FOREIGN Minister Yiannakis Cassoulides made a staggering revelation yesterday; he said that the government is not considering any steps to have Turkey condemned for the war crimes it has committed in Cyprus, and for which it has remained unpunished for all these years "because the National Council has not reached such a decision.''

He himself was merely carrying out instructions, he said, so his hands were tied, a strange approach for a Foreign Minister! 

He did say however that the issue is being handled through Cyprus' inter-state recourses against Turkey before the European Court of Human Rights. These recourses deal with human rights however and do not seek Turkey's condemnation for the mass murders and rapes carried out by the Turkish troops as part of the ethnic cleansing operation ordered by the Turkish government against the Greek Cypriot population of the north.

One would have expected the government to make every possible effort to have Bulent Ecevit branded as "Butcher Bulent,'' as part of the continuing political effort for a just settlement and the restitution of the rights of the numerous victims of Turkey's war crimes.

That it has not done so after all these years is beyond comprehension, particularly in view of Butcher Bulent's acceptance in international circles as a blameless and astute statesman!
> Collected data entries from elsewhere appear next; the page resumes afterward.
@dataclass(frozen=True)
class Comparison:
    """A run compared with its baseline.

    Attributes
    ----------
    series : str
    run_id : int
    baseline_id : int or None
        None when the series has no earlier run to compare with.
    baseline_rule : str
        ``"previous"``, ``"best"`` or ``"run"`` (an explicit id).
    comparable : bool
        False when the data fingerprint or metric differ from the baseline's and the
        change was not allowed.
    reasons : list of str
        Why the runs differ in data or metric (also filled when the change was allowed).
    changes : list of FigureChange
    """

    series: str
    run_id: int
    baseline_id: int | None
    baseline_rule: str
    comparable: bool
    reasons: list[str] = field(default_factory=list)
    changes: list[FigureChange] = field(default_factory=list)
    data_change_allowed: bool = False
    metric: str = "error"

    def __repr__(self) -> str:
        base = "no baseline" if self.baseline_id is None else \
            f"vs run {self.baseline_id} ({self.baseline_rule})"
        detail = f": {', '.join(self.regressed)}" if self.regressed else ""
        return (f"Comparison(series={self.series!r}, run {self.run_id} {base}, "
                f"{self.verdict}{detail})")

    @property
    def regressed(self) -> list[str]:
        """Names of the figures that regressed (empty when not comparable)."""
        if not self.comparable:
            return []
        return [c.name for c in self.changes if c.status == "regressed" and c.gated]

    @property
    def worse_info(self) -> list[str]:
        """Figures worse than the baseline's that do not gate (information)."""
        return [c.name for c in self.changes if c.status == "regressed" and not c.gated]

    @property
    def efficiency(self) -> Figure | None:
        """The run's ``efficiency_ratio`` against its baseline, when computed."""
        return next((c.current for c in self.changes if c.name == "efficiency_ratio"
                     and c.current is not None), None)

    @property
    def message(self) -> str:
        """One line: the verdict, and the efficiency ratio when there is one."""
        eff = self.efficiency
        text = self.verdict if self.baseline_id is not None else "first run"
        if self.regressed:
            text = f"REGRESSED ({', '.join(self.regressed)})"
        return f"{text}: {ratio_sentence(eff)}" if eff is not None else text

    @property
    def improved(self) -> list[str]:
        if not self.comparable:
            return []
        return [c.name for c in self.changes if c.status == "improved"]

    @property
    def exit_code(self) -> int:
        """CI gate: 2 not comparable, 1 a regression, 0 otherwise."""
        if not self.comparable:
            return 2
        return 1 if self.regressed else 0

    @property
    def verdict(self) -> str:
        if not self.comparable:
            return "not comparable"
        if self.baseline_id is None:
            return "first run"
        return "regressed" if self.regressed else "ok"

    def to_dict(self) -> dict:
        return {"series": self.series, "run_id": self.run_id,
                "baseline_id": self.baseline_id, "baseline_rule": self.baseline_rule,
                "comparable": self.comparable, "data_change_allowed": self.data_change_allowed,
                "reasons": list(self.reasons), "verdict": self.verdict,
                "regressed": self.regressed, "improved": self.improved,
                "worse_not_gated": self.worse_info, "message": self.message,
                "metric": self.metric, "figures": [c.to_dict() for c in self.changes]}

    def to_markdown(self) -> str:
        """A short markdown summary for CI logs (the series name on one line, in a code
        span that no character of it can end)."""
        head = f"### curvefit track: series {markdown_code(self.series)}, run {self.run_id}"
        if self.baseline_id is None:
            lines = [head, "", "First run of the series: recorded as the baseline; nothing to compare.", ""]
            lines += _figure_table([(c.name, c.current, None, None) for c in self.changes],
                                   self.metric)
            return "\n".join(lines) + "\n"
        lines = [f"{head} vs run {self.baseline_id} ({self.baseline_rule})", ""]
        for r in self.reasons:
            lines.append(f"- {'allowed: ' if self.data_change_allowed else ''}{r}")
        if self.reasons:
            lines.append("")
        lines += _figure_table([(c.name, c.current, c.baseline, c) for c in self.changes],
                               self.metric)
        lines.append("")
        if not self.comparable:
            lines.append("**Result: not comparable** (data or metric changed; "
                         "pass --allow-data-change to compare anyway)")
        elif self.regressed:
            lines.append(f"**Result: REGRESSED** — {', '.join(self.regressed)}")
        else:
            better = f" (improved: {', '.join(self.improved)})" if self.improved else ""
            lines.append(f"**Result: no regression**{better}")
        if self.efficiency is not None:
            lines.append(f"\nThe run {ratio_sentence(self.efficiency)}; a statistical screen, "
                         "not a guarantee.")
        if self.worse_info:
            lines.append(f"\nWorse but not gating (information): {', '.join(self.worse_info)}")
        return "\n".join(lines) + "\n"


    def _repr_html_(self) -> str:
        """Each figure against the baseline's, and the verdict, as a table (shown by Jupyter)."""
        from curvefit.report.notebook import comparison_html

        return comparison_html(self)

    def plot(self, ax=None):
        """Draw the efficiency ratio with its interval against no change and the
        tolerance; returns the matplotlib Axes (``ax`` when given)."""
        from curvefit.report.notebook import plot_comparison

        return plot_comparison(self, ax=ax)

    def to_junit(self) -> str:
        """JUnit XML: one test case per figure, a failure for each gating regression,
        ``skipped`` for figures that do not gate (information)."""
        from xml.etree import ElementTree as ET

        suite = ET.Element("testsuite", name=f"curvefit track {self.series}",
                           tests=str(len(self.changes)))
        failures = skipped = 0
        for c in self.changes:
            case = ET.SubElement(suite, "testcase", classname=f"curvefit.track.{self.series}",
                                 name=c.name)
            detail = (f"{FIGURES.get(c.name, (None, c.name))[1]}: baseline "
                      f"{format_figure(c.baseline, self.metric)}, current "
                      f"{format_figure(c.current, self.metric)}; {c.status}")
            if not self.comparable:
                ET.SubElement(case, "error", message="not comparable").text = "; ".join(self.reasons)
                failures += 1
            elif c.status == "regressed" and c.gated:
                text = ratio_sentence(c.current) if c.name == "efficiency_ratio" else detail
                ET.SubElement(case, "failure", message=text).text = detail
                failures += 1
            elif not c.gated or c.better is None or c.status in ("info", "missing"):
                ET.SubElement(case, "skipped", message=f"information only; {c.status}")
                skipped += 1
            ET.SubElement(case, "system-out").text = detail
        suite.set("failures", str(failures))
        suite.set("skipped", str(skipped))
        suites = ET.Element("testsuites", name="curvefit track")
        suites.append(suite)
        return ET.tostring(suites, encoding="unicode", xml_declaration=True) + "\n"
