"""Checks of curvefit.bounds against published values, reference libraries and enumeration."""

import itertools
import math

import numpy as np
import pandas as pd
import pytest
from hypothesis import given, settings
from hypothesis import strategies as st
from scipy import optimize, stats

from curvefit import bounds
from curvefit.core.errors import InputError

# ---------------------------------------------------------------- VC sample size


def test_worked_example_d3_root_and_first_fixed_point_step():
    # Textbook worked example of the VC sample-complexity bound, from memory:
    # d_vc = 3, eps = delta = 0.1 needs about 30,000 samples (exact root 29,299.4);
    # the fixed-point iteration started at N = 1,000 gives about 21,000 at the first step.
    r = bounds.vc_sample_size(3, 0.1, 0.1, trace=True)
    assert r.root == pytest.approx(29299.4, abs=0.05)
    assert r.n_samples == 29300
    assert r.iterates[0] == 1000
    assert r.iterates[1] == pytest.approx(21000, rel=0.02)
    # the iteration converges to the same root the bracketing solver found
    assert r.iterates[-1] == pytest.approx(r.root, abs=0.05)
    # without trace the answer is the same object type, without the iterates
    plain = bounds.vc_sample_size(3, 0.1, 0.1)
    assert isinstance(plain, bounds.VCSampleSize) and plain.iterates == ()
    assert plain.n_samples == int(plain) == r.n_samples and plain.root == r.root


@pytest.mark.parametrize("d, eps, delta, root", [
    (4, 0.1, 0.1, 38997.2),    # docs/references.md#vc-sample-size-check-values, polynomial growth bound
    (5, 0.1, 0.1, 48915.1),    # docs/references.md#vc-sample-size-check-values
    (10, 0.05, 0.05, 452956.9),  # docs/references.md#vc-sample-size-check-values
])
def test_reference_check_values(d, eps, delta, root):
    r = bounds.vc_sample_size(d, eps, delta, trace=True)
    assert r.root == pytest.approx(root, abs=0.05)
    assert r.n_samples == math.ceil(root)


def test_sample_size_is_the_smallest_integer_satisfying_the_inequality():
    # Computed: N >= (8/eps^2) ln(4((2N)^d + 1)/delta) at the answer and not one below it.
    for d, eps, delta in [(1, 0.2, 0.05), (3, 0.1, 0.1), (7, 0.15, 0.01), (0, 0.1, 0.1)]:
        for growth in ("polynomial", "sauer"):
            n = bounds.vc_sample_size(d, eps, delta, growth=growth).n_samples

            def rhs(m):
                log_m = bounds.log_growth_bound(2 * m, d, kind=growth)
                return 8 / eps ** 2 * (math.log(4 / delta) + log_m)

            assert n >= rhs(n)
            assert n - 1 < rhs(n - 1)
            # the same answer read off the error bar: first N whose bar is <= eps
            assert bounds.vc_error_bar(n, d, delta, growth=growth) <= eps
            assert bounds.vc_error_bar(n - 1, d, delta, growth=growth) > eps


def test_root_agrees_with_an_independent_solver():
    # Reference library: scipy.optimize.fsolve on the same equation from a far start.
    for d, eps, delta in [(2, 0.1, 0.05), (6, 0.05, 0.1)]:
        def f(m):
            return m - 8 / eps ** 2 * math.log(4 * ((2 * m) ** d + 1) / delta)
        other = optimize.fsolve(lambda x: [f(x[0])], [1e7], xtol=1e-12)[0]
        assert bounds.vc_sample_size(d, eps, delta, trace=True).root == pytest.approx(other, rel=1e-9)


def test_sauer_growth_gives_smaller_sizes_than_polynomial():
    # Sauer's sum <= N^d + 1 (Sauer 1972), so its sample size is never larger.
    for d in (1, 3, 10):
        assert (bounds.vc_sample_size(d, 0.1, 0.1, growth="sauer").n_samples
                <= bounds.vc_sample_size(d, 0.1, 0.1).n_samples)


def test_worst_case_is_orders_of_magnitude_above_the_rule_of_thumb():
    # Rule of thumb, common practice: about 10 x d_vc samples are often enough;
    # worst-case bounds are one to two orders of magnitude more conservative
    # (docs/references.md#rule-of-thumb).
    assert bounds.rule_of_thumb_samples(3) == 30
    assert bounds.rule_of_thumb_samples(4, factor=20) == 80
    ratio = bounds.vc_sample_size(3, 0.1, 0.1).n_samples / bounds.rule_of_thumb_samples(3)
    assert ratio > 10


def test_pac_realizable_size():
    # Blumer, Ehrenfeucht, Haussler, Warmuth 1989 (JACM 36(4)), formula from memory:
    # m = max((4/eps) log2(2/delta), (8d/eps) log2(13/eps)); computed by hand for d = 3:
    # (8*3/0.1) * log2(130) = 1685.37 -> 1686; for d = 0 the first term (4/0.1) log2(20) = 172.9.
    assert bounds.pac_sample_size(3, 0.1, 0.1) == 1686
    assert bounds.pac_sample_size(0, 0.1, 0.1) == 173
    # realizable case needs far fewer samples than the agnostic VC bound
    assert bounds.pac_sample_size(3, 0.1, 0.1) < bounds.vc_sample_size(3, 0.1, 0.1).n_samples


# ---------------------------------------------------------------- VC error bar


def test_error_bar_worked_values():
    # Textbook worked example of the VC bound, from memory: d_vc = 1, delta = 0.1:
    # about 0.848 at N = 100 and about 0.301 at N = 1,000.
    assert bounds.vc_error_bar(100, 1, 0.1) == pytest.approx(0.848, abs=5e-4)
    assert bounds.vc_error_bar(1000, 1, 0.1) == pytest.approx(0.301, abs=5e-4)
    arr = bounds.vc_error_bar(np.array([100, 1000]), 1, 0.1)
    assert isinstance(arr, np.ndarray) and arr.shape == (2,)
    np.testing.assert_allclose(arr, [bounds.vc_error_bar(100, 1, 0.1),
                                     bounds.vc_error_bar(1000, 1, 0.1)])


# ---------------------------------------------------------------- growth functions


def _positive_ray_dichotomies(x):
    """Brute force: labelings of points x realised by h(t) = [t > a] over all thresholds a."""
    xs = np.sort(x)
    cuts = np.concatenate([[xs[0] - 1], (xs[:-1] + xs[1:]) / 2, [xs[-1] + 1]])
    return {tuple(x > a) for a in cuts}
The photographs of the smiling Greek Prime Minister Costas Simitis shaking hands with Ecevit during the recent EU summit only tend to absolve Ecevit of any blame!

The acknowledgement of Turkey's war crimes becomes all the more necessary in view of the increasing intransigence of the Turkish side and the escalating demands for the legitimisation of all the crimes it has committed.

This intransigence is growing with ever-increasing arrogance as a reaction to the insistence by the European Union and the Security Council that a settlement must be based on the UN resolutions, and their rejection of the Turkish demand for the recognition of the illegal breakaway state.

Turkey denies committing any war crimes in Cyprus and keeps pressing for the acceptance of the "reality'' created by the enforced partition. 

It claims that a return of the Greek refugees would plunge the country into a new bloodbath, referring to the killing of Turkish Cypriots by Greek Cypriot extremists as justification for this claim.

There is no denying that atrocities were committed by both sides before the enforced partition. But the atrocities committed by Greek Cypriot extremists against Turkish Cypriots have been admitted by President Clerides and others, who point out that these crimes were not part of government policy, as in the case of the massive ethnic cleansing operation conducted by the Turkish army on its government's orders.

What needs to be done is a cleansing of the past through the establishment of a Truth Commission, along the lines of the similar operation carried out for reconciliation between black and white communities in South Africa. All those responsible for atrocities must be exposed. 

The pretence that Turkey did not commit any war crimes must end as a necessary development in the effort to reach a just and viable settlement that will enable Greek and Turkish Cypriots to live in peace and harma ony again.

If the National Council has not considered bringing Turkish war crimes before an international tribunal todate, as Cassoulides admitted yesterday, then it is time it did so, as part of a Truth Commission process."